The same issue is under study in Stips et al. (2016). The methodological tools here are differential equations and Shannon entropy. Data used are both recent (from 1850 and on) and from ice cores. For more recent data, it is found that greenhouse gases, in particular carbon dioxide, are the main causal drivers of the temperature rise. But for ice core data, the cause-effect direction is reversed. The explanation is that the feedback of greenhouse gases to temperature changes seems to be slower that the fast response of temperature to changes of greenhouse gas concentrations. This finding is corroborated by Muryshev et al. (2019).

Other papers of special interest include the following: Faes et al. (2017) modifies the Granger causality testing method in VAR models and conclude that, when analyzing ice core data, the proof for carbon dioxide rise to cause temperature rise is stronger than for the opposite causation. The papers by Seip et al. (2018); Vakulenko et al. (2016) point out, using different methods, that causalities between carbon dioxide concentration and temperature may go in different directions over different time periods. Finally, Estrada and Perron (2019) analyze data from the last centuries and find that breaks in carbon dioxide trend to precede breaks in temperature trend, which they interpret as a sign of causality.

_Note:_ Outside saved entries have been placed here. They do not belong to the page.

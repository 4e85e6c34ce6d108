import { localFit } from './polynomial';
import type { Seen } from './track';

const WINDOWS = [1, 2, 4, 7, 11, 17, 26, 40] as const;
/** Intervals of neighbouring windows must overlap within this many standard deviations. */
const GAMMA = 1.6;

const median = (values: readonly number[]): number => {
  const sorted = [...values].sort((a, b) => a - b);
  return sorted[Math.floor(sorted.length / 2)] ?? 0;
};

/** The clean steps within `half` of a step, in its mode; the step itself may be left out. */
function around(steps: readonly Seen[], at: number, half: number, without = false): { t: number[]; v: number[] } {
  const { mode } = steps[at]!;
  const [t, v]: [number[], number[]] = [[], []];
  for (let k = Math.max(0, at - half); k <= Math.min(steps.length - 1, at + half); k++) {
    const step = steps[k]!;
    if (step.seen !== 'clean' || (without && k === at)) continue;
    t.push(step.mode === mode ? step.t : step.v);
    v.push(step.mode === mode ? step.v : step.t);
  }
  return { t, v };
}

/** Standard deviation of single measurements around their neighbours, px: 1.4826 times the median of the residuals' sizes (MAD), from parabolas left out of. */
export function scatterOf(steps: readonly Seen[]): number {
  const sizes: number[] = [];
  for (let at = 0; at < steps.length; at += 2) {
    if (steps[at]!.seen !== 'clean') continue;
    const { t, v } = around(steps, at, 5, true);
    if (t.length < 7) continue;
    const fit = localFit(t, v, null, steps[at]!.t, 2);
    if (fit) sizes.push(Math.abs(fit.value - steps[at]!.v) / Math.sqrt(1 + fit.variance));
  }
  return Math.max(0.004, 1.4826 * median(sizes));
}

/** Whether the line was drawn without antialiasing: its pixels are full or empty. */
const isHard = (steps: readonly Seen[]): boolean => {
  const clean = steps.filter(({ seen }) => seen === 'clean');
  return clean.reduce((sum, { soft }) => sum + soft, 0) < 0.08 * clean.length;
};

/**
 * The centre line without the scatter of single columns: at each step a local line or parabola over the widest window whose interval still
 * agrees with those of all narrower ones (intersection of confidence intervals: A. Goldenshluger, A. Nemirovski, Math. Methods Statist. 6 (1997) 135-170;
 * citation from memory). Where single columns are exact the window stays narrow and bends are kept. Steps that are not clean get the value of the fit around them.
 */
export function smoothed(steps: readonly Seen[]): { v: number[]; scatter: number } {
  const hard = isHard(steps);
  const scatter = hard ? Math.max(0.29, scatterOf(steps)) : scatterOf(steps);
  const v = steps.map((step, at) => {
    let [low, high, best] = [-Infinity, Infinity, step.v];
    const flat = hard ? Math.min(40, 2.5 / Math.max(0.03, Math.abs(step.slope - Math.round(step.slope)))) : 0;
    let found = false;
    for (const half of WINDOWS) {
      if (half < flat && half < 40) continue;
      const near = around(steps, at, half);
      const sides = near.t.some((t) => t <= step.t) && near.t.some((t) => t >= step.t);
      if (near.t.length < 2 || (!sides && half < 11)) continue;
      const fit = localFit(near.t, near.v, null, step.t, near.t.length >= 5 ? 2 : 1);
      if (!fit) continue;
      const u = scatter * Math.sqrt(fit.variance);
      const [from, to] = [fit.value - GAMMA * u, fit.value + GAMMA * u];
      if (found && (from > high || to < low)) break;
      [low, high, best, found] = [Math.max(low, from), Math.min(high, to), fit.value, true];
    }
    return best;
  });
  return { v, scatter };
}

The structure of the present paper is as follows: in Section 2 a short description of the data is given followed by a briefing of the data processing necessarily to be able to employ traditional statistical methods. Thereafter, in Section 3, the statistical analysis used is described. Section 4 initiates with a briefing of the results regarding model selection, optimizing break points and some residual analysis, culminating in the results of the multivariate Granger causality tests. Finally in Section 5 a discussion of the results and comments on future work takes place.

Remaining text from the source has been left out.